NOSTALGIA DEL VIENTO
El viento recaudaba el aroma de las hondonadas para repartirlo en la ciudad a manos llenas. Se metía entre el carácter, las actividades y los árboles, perfumaba las bandadas de trinos, abría las ventanas y entraba a las cunas, a las hamacas, a las palabras, al amor y a los sueños. En su partida acarreaba el perfil de las cosas terrestres y de las que andaban por encima de él. Acariciaba la curvatura del océano; voluptuoso y travieso alzábale su falda azul; en las virazones, cuando todo él era una interminable risotada, levantaba en vilo lanchas, balandras, miedos y canoas; con una furia ciclópea, en sus extralimitaciones, estrellaba las naves contra los arrecifes, o las ponía al revés, para seguir, tras el desastre, como un poseso su trayecto.
Los días, por el día, limpios de nubes que el viento transportaba a regiones remotas, eran claros, transparentes; entonces los ojos parecían a punto de allanar el cielo para quitarle sus secretos. La claridad, tal una llovizna que no fuera llovizna, una luz más allá de las dimensiones de la luz, caía pertinaz sobre todas las cosas, sobre la población y sobre sus pensamientos. Agosto, gracias a los vientos que lo abrillantaban, era un festival de claridades; en las menguantes el cielo gozaba una inundación de fulgores; los plenilunios eran luminosos retos a los días.
HACIA EL CIELO
En agosto nuestros juegos discurrían entre la tierra, las nubes, los aromas y los vientos; de entre ellos, el más difundido y esperado era el de las cometas.
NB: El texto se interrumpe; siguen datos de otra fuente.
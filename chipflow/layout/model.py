"""The drawn chip: what the exporters read and what the network is extracted from.

This is the contract between drawing (``chipflow.layout``), the exporters (``chipflow.export``)
and the report. All coordinates are in metres in the chip frame (origin at the lower-left
corner of the chip outline, x along the long side), already on the mask grid.
"""

from __future__ import annotations

from dataclasses import dataclass

import numpy as np
import shapely

__all__ = [
    "MaskLayer",
    "PortMark",
    "DrawnChannels",
    "DrawnChamber",
    "Pieces",
    "Layout",
    "CultureRegion",
]


@dataclass(frozen=True)
class MaskLayer:
    """One mask level: every channel of one depth, merged into valid polygons.

    Attributes
    ----------
    name : str
        Layer name, derived from the depth (see ``chipflow.layout``).
    depth : float
        Feature depth made with this mask [m].
    geometry : shapely.Polygon or shapely.MultiPolygon
        The drawn (channel) area of this level, valid, on the mask grid [m]. Walls between
        neighbouring channels may appear as holes.
    """

    name: str
    depth: float
    geometry: shapely.Geometry


@dataclass(frozen=True)
class PortMark:
    """A punched port.

    Attributes
    ----------
    name : str
        "inlet", "outlet", ...
    x, y : float
        Centre [m].
    diameter : float
        Punch diameter [m].
    keepout : float
        Radius of the region around the centre that only the port's own channel may enter [m].
    """

    name: str
    x: float
    y: float
    diameter: float
    keepout: float


@dataclass(frozen=True)
class DrawnChannels:
    """Every drawn channel as parallel arrays (one entry per channel).

    Attributes
    ----------
    centreline : numpy.ndarray of shapely.LineString
        Centrelines with bends discretised [m].
    length : numpy.ndarray
        Exact drawn centreline length, arcs included [m].
    width, depth : numpy.ndarray
        [m].
    generation : numpy.ndarray of int
    role : numpy.ndarray of str
        "distribution", "bed", "collection" (or "port" for port stubs).
    index : numpy.ndarray of int
        Position of the channel within its level (0 .. count-1).
    node_a, node_b : numpy.ndarray of int
        Junction/port node indices at the channel's ends (flow direction inlet -> outlet).
    layer : numpy.ndarray of int
        Index into ``Layout.layers``.
    outline : numpy.ndarray of shapely.Polygon or None
        Each channel's own outline (centreline offset by half the width each side, flat
        ends at the nodes), before merging into the mask layers [m].
    bends : numpy.ndarray of int or None
        Number of bends (circular arcs) along each channel.
    mask_width : numpy.ndarray or None
        Width measured on the merged, grid-snapped mask polygons across the middle of each
        channel's longest axis-aligned straight run [m] (see :mod:`chipflow.layout.widths`);
        the drawing checks that it equals ``width`` to 1 nm. A channel without such a run
        (every run oblique) has the width measured across its longest oblique run.
    names : numpy.ndarray of str or None
        Channel names given by the design (explicit networks); None: named from role,
        generation and index.
    region : numpy.ndarray of str or None
        The culture region each channel belongs to ("" for shared channels); None: all "".
    kind : numpy.ndarray of str or None
        What each drawn element is ("channel"); None: all channels.
    hydraulic_length : numpy.ndarray or None
        The length at ``width`` that has the resistance of the channel as the mask has it
        [m]: its drawn length, where oblique runs (whose walls the grid moves) count at the
        width measured on the mask. None: the drawn length.
    """

    centreline: np.ndarray
    length: np.ndarray
    width: np.ndarray
    depth: np.ndarray
    generation: np.ndarray
    role: np.ndarray
    index: np.ndarray
    node_a: np.ndarray
    node_b: np.ndarray
    layer: np.ndarray
    outline: np.ndarray | None = None
    bends: np.ndarray | None = None
    mask_width: np.ndarray | None = None
    names: np.ndarray | None = None
    region: np.ndarray | None = None
    kind: np.ndarray | None = None
    hydraulic_length: np.ndarray | None = None


@dataclass(frozen=True)
class DrawnChamber:
    """A drawn chamber (see :mod:`chipflow.layout.chamber`).

    Attributes
    ----------
    name : str
    key : ChamberKey
        Its geometry in its own frame, with the channels meeting it: the key of its 2D solve.
    origin : tuple of float
        The key frame's origin in the chip frame [m].
    turns : int
        Quarter turns counter-clockwise from the key frame to the chip frame.
    outline : shapely.Polygon
        The chamber as drawn, pillars as holes [m].
    port_nodes : tuple of int
        The node where each port's channel ends (the key's port order).
    port_channels : tuple of int
        The channel of each port (into ``Layout.channels``).
    centre : tuple of float
        The middle of the chamber [m].
    role : str
        Role of its network links ("chamber").
    region : str
        Culture region ("" for none).
    mask_width : float
        Its width measured on the merged mask across the middle of its body [m].
    """

    name: str
    key: object
    origin: tuple[float, float]
    turns: int
    outline: shapely.Geometry
    port_nodes: tuple[int, ...]
    port_channels: tuple[int, ...]
    centre: tuple[float, float]
    role: str = "chamber"
    region: str = ""
    mask_width: float = float("nan")


@dataclass(frozen=True)
class Pieces:
    """The pieces of a drawing whose flow is not that of straight channels, as arrays.

    Junctions (where channels meet) and port steps (where a punched hole meets its channel)
    are pieces. Each has a geometry key (hashable, rotation- and mirror-normalised, rounded)
    under which its 2D solve is done once (:func:`chipflow.layout.pieces.solve_piece`); the
    same key at many places (every junction of a tree level) is solved once.

    Attributes
    ----------
    keys : tuple
        The distinct geometry keys.
    kind : numpy.ndarray of str
        (P,) "fan" (a symmetric tree split: one solve with the children at one pressure, the
        correction on the parent), "junction" (an N-port solve, one correction per arm),
        "port" (a punched hole into its channel) or "chamber" (a chamber with the channels
        meeting it: its network is its links, :func:`chipflow.layout.chamber.chamber_links`).
    key : numpy.ndarray of int
        (P,) index into ``keys``.
    node : numpy.ndarray of int
        (P,) layout node the piece sits at.
    x, y : numpy.ndarray
        (P,) its position [m] (the node; for a port, the hole's centre; for a chamber, its
        middle).
    rotation : numpy.ndarray
        (P,) angle that turns the key's frame into the chip frame [rad] (after ``mirror``).
    mirror : numpy.ndarray of bool
        (P,) the key's frame is mirrored (y -> -y) before the rotation.
    arm_channel : numpy.ndarray of int
        (P, A) the channel of each arm of the key, in the key's arm order (-1: no arm).
    arm_end : numpy.ndarray of int
        (P, A) which end of that channel the piece joins (0: ``node_a``, 1: ``node_b``).
    """

    keys: tuple
    kind: np.ndarray
    key: np.ndarray
    node: np.ndarray
    x: np.ndarray
    y: np.ndarray
    rotation: np.ndarray
    mirror: np.ndarray
    arm_channel: np.ndarray
    arm_end: np.ndarray

    @property
    def size(self) -> int:
        """Number of pieces."""
        return int(self.key.size)


@dataclass(frozen=True)
class CultureRegion:
    """A culture region's outline: the rectangle its bed lies in (not a mask level).

    Attributes
    ----------
    name : str
        The region's name ("" for the bed of a design with one region).
    outline : shapely.Polygon
        The rectangle, corners on the mask grid [m]: the footprint asked for, placed around
        the bed, or the bed's own extent where none was asked for.
    footprint : tuple of float
        Its size along the flow (x) and across it (y) [m].
    bed_extent : tuple of float
        The size of the bed as drawn (every bed channel's outline, folds included), along
        and across [m].
    asked : bool
        True when the design gave the footprint.
    """

    name: str
    outline: shapely.Polygon
    footprint: tuple[float, float]
    bed_extent: tuple[float, float]
    asked: bool = True


@dataclass(frozen=True)
class Layout:
    """A sized design drawn on a chip.

    Attributes
    ----------
    name : str
        Design name.
    outline : shapely.Polygon
        Chip outline [m].
    margin : float
        Edge margin no feature may enter [m].
    grid : float
        Mask grid every coordinate is snapped to [m].
    layers : tuple of MaskLayer
        Mask levels, shallowest first.
    ports : tuple of PortMark
        Punched ports.
    channels : DrawnChannels
        Every channel with its identity, for mapping results back onto the drawing.
    node_xy : numpy.ndarray
        (n_nodes, 2) positions of the network nodes [m].
    node_names : tuple of str
        Node names ("inlet", "outlet", junction names).
    warnings : tuple of str
        Soft misses found while drawing (e.g. bed channels drawn longer than designed).
    pieces : Pieces or None
        The junctions and port steps of the drawing (see :class:`Pieces`); the network counts
        each once by its equivalent lengths (:mod:`chipflow.layout.extract`).
    notes : tuple of str
        How the drawing was decided (e.g. the order of the splits of a tree), for the
        sizing notes.
    culture_regions : tuple of CultureRegion
        The outlines of the culture regions (a design's footprint, or each of its
        ``[[regions]]``); not mask levels, written on a layer of their own.
    chambers : tuple of DrawnChamber
        The chambers, each a piece of its own (its network is appended after the channels).
    """

    name: str
    outline: shapely.Polygon
    margin: float
    grid: float
    layers: tuple[MaskLayer, ...]
    ports: tuple[PortMark, ...]
    channels: DrawnChannels
    node_xy: np.ndarray
    node_names: tuple[str, ...]
    warnings: tuple[str, ...] = ()
    pieces: Pieces | None = None
    notes: tuple[str, ...] = ()
    culture_regions: tuple[CultureRegion, ...] = ()
    chambers: tuple[DrawnChamber, ...] = ()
Nosotros mismos confeccionábamos barriletes, pandorgos, casas, iglesias, torres, peces, aviones, que adornábamos con flecos, algunos de los cuales, con el viento, sonaban como los abejorros. Elevábamos las cometas con hilo Cadena número 10. Y cuando estaban cabeceando en las alturas les mandábamos postas: trozos de papel que avanzaban por la cuerda de nuestras incursiones en el arte infantil. Otras veces entablábamos una guerra en las alturas; poníamos vidrios en los rabos, competíamos a cual cortaríamos cobrando o soltando la cuerda; la vencida, cortado su hilo, tirabuceonaba tristemente para caer en el mar o en el río. Las cometas, en nuestra infancia, eran una ingenua tentativa para unir el cielo con la tierra, para llegar, por el camino de los hilos, a una región donde creíamos estaba la morada de Dios con un suplemento de vírgenes, ángeles y una multitud de cosas que nuestros pocos años no habían encontrado todavía.